Aurelio è il nome di suo nonno.

«Irpino di Torella dei Lombardi. Sposò nonna Giuseppina, che era di Torre Annunziata, e aprì un pastificio: “Pasta extra di lusso Aurelio De Laurentiis” era il marchio. Ora voglio cominciare a produrre pasta con quel marchio. Già produco un olio premiato a Barcellona per il miglior involucro. Vorrei investire anche sul mondo dei gelati e sull’agricoltura bio».

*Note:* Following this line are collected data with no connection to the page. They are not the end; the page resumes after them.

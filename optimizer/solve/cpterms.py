"""What the CP-SAT model's parts share: the integer units of logs, costs, ohms and noise, a
linear sum of literals with real coefficients rounded the safe way, the absolute-value and
quadratic-margin constraints, and the environment vertices at which each requirement binds.
"""

from __future__ import annotations

from dataclasses import dataclass

import numpy as np
from numpy.typing import NDArray
from ortools.sat.python import cp_model

__all__ = [
    "COST_SCALE",
    "LOG_SCALE",
    "NOISE_SCALE",
    "OHM_SCALE",
    "QUAD_SCALE",
    "ExtremeVertices",
    "LinearSum",
    "abs_var",
    "as_ints",
    "extreme_vertices",
    "quadratic_margin",
    "total",
]


LOG_SCALE = 1e7  # integer units per natural-log unit (0.1 ppm resolution)


COST_SCALE = 1e4  # integer units per relative cost unit


OHM_SCALE = 1.0  # integer units per ohm


NOISE_SCALE = 1e24  # integer units per V²/Hz


class LinearSum:
    """Accumulates terms (literal, float coefficient) of one linear form before scaling."""

    def __init__(self) -> None:
        self.literals: list[cp_model.IntVar] = []
        self.chunks: list[NDArray[np.float64]] = []

    def add(
        self, literals: list[cp_model.IntVar], coefficients: NDArray[np.float64] | list[float]
    ) -> None:
        self.literals.extend(literals)
        self.chunks.append(np.asarray(coefficients, dtype=float).reshape(-1))

    def expr(self, scale: float, rounding: str = "nearest") -> cp_model.LinearExpr:
        values = (np.concatenate(self.chunks) if self.chunks else np.zeros(0)) * scale
        if rounding == "floor":
            ints = as_ints(np.floor(values))
        elif rounding == "ceil":
            ints = as_ints(np.ceil(values))
        else:
            ints = as_ints(np.rint(values))
        return cp_model.LinearExpr.weighted_sum(self.literals, ints)


def total(literals: list[cp_model.IntVar]) -> cp_model.LinearExpr | int:
    """Σ literals (0 when there are none, as Python's ``sum`` gives), built in one call."""
    return cp_model.LinearExpr.sum(literals) if literals else 0


def as_ints(values: NDArray[np.float64]) -> list[int]:
    """Whole-valued floats as Python ints (the coefficients CP-SAT takes)."""
    ints: list[int] = values.astype(np.int64).tolist()
    return ints


@dataclass(frozen=True)
class ExtremeVertices:
    """Indices of the environment vertices at which each side of each requirement is tightest
    for the balanced circuit at the target gain (enforcing a subset of vertices keeps the model
    a relaxation; these are the ones that bind)."""

    delta_high: tuple[int, ...]
    delta_low: tuple[int, ...]
    gain_high: tuple[int, ...]
    gain_low: tuple[int, ...]


def extreme_vertices(vertices: NDArray[np.float64], gain: float) -> ExtremeVertices:
    """Vertices (Rs1, Rs3, Rref) that maximise and minimise δ ∝ Rs1 − Rs3 + Rref/G and
    γ ∝ −(1−h)·Rs1 − h·Rs3 + h·Rref/G (first-order sensitivities with R3 = R1, R4 = G·R1)."""
    h = 1.0 / (2.0 * (1.0 + gain))
    delta_score = vertices[:, 0] - vertices[:, 1] + vertices[:, 2] / gain
    gain_score = -(1.0 - h) * vertices[:, 0] - h * vertices[:, 1] + h * vertices[:, 2] / gain

    def arg(score: NDArray[np.float64], best: float) -> tuple[int, ...]:
        return tuple(
            int(i) for i in np.flatnonzero(np.abs(score - best) <= 1e-9 * (1.0 + abs(best)))
        )

    return ExtremeVertices(
        delta_high=arg(delta_score, float(delta_score.max())),
        delta_low=arg(delta_score, float(delta_score.min())),
        gain_high=arg(gain_score, float(gain_score.max())),
        gain_low=arg(gain_score, float(gain_score.min())),
    )


def abs_var(model: cp_model.CpModel, expr: cp_model.LinearExpr, name: str) -> cp_model.IntVar:
    var = model.new_int_var(0, 10**12, name)
    model.add(var >= expr)
    model.add(var >= -expr)
    return var


#: Coarser integer units per log unit for the yield basis' quadratic constraint: small domains
#: let CP-SAT propagate the product well; the margin is rounded up, so it stays a relaxation.
QUAD_SCALE = 1e5


def quadratic_margin(
    model: cp_model.CpModel, margin: cp_model.LinearExprT, variance: cp_model.LinearExpr, name: str
) -> None:
    """margin ≥ 0 and margin² ≥ variance, with ``margin`` in LOG_SCALE units and ``variance``
    in QUAD_SCALE² units (the margin is carried over rounded up: optimistic)."""
    ratio = round(LOG_SCALE / QUAD_SCALE)
    m = model.new_int_var(0, 10**7, f"m_{name}")
    model.add(margin >= 0)
    model.add(ratio * m >= margin)
    model.add(ratio * m <= margin + ratio - 1)
    square = model.new_int_var(0, 10**14, f"m2_{name}")
    model.add_multiplication_equality(square, [m, m])
    model.add(square >= variance)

Ma lei si sente romano o napoletano?

«Napoletano. Il più bel ricordo d’infanzia è il ragù con cui la nonna condiva le candele o gli ziti fumanti».

Lei quando esordì?

«Nel 1968 la Dino De Laurentiis produsse Rosolino Paternò, soldato e mio padre mi iniziò al cinema come aiuto segretario di produzione: mi alzavo alle 4 e mezza del mattino per vestire migliaia di comparse. Gli attori erano Nino Manfredi, Peter Falk, Martin Landau e Jason Robards. Il film era girato in inglese, di cui Nino e il regista Nanni Loy non sapevano una parola. In più Loy era un fervente comunista che inveiva contro l’America; Robards per protesta si rapò a zero, dovetti procurargli una parrucca. Sergio Leone nel ’64 reinventa il genere western, Bava il genere horror… questi film girati in inglese conquistano l’estero, facendo raggiungere all’industria cinematografica italiana il secondo posto nel mondo. Ma gli americani ci ricordano che i patti non sono quelli. E il governo impone una legge, la 1213, che uccide il nostro cinema a livello internazionale, costringendo a girare solo in italiano, con personale artistico e tecnico italiano, in teatri italiani. Allora Dino deciderà di trasferirsi, più tardi, in America».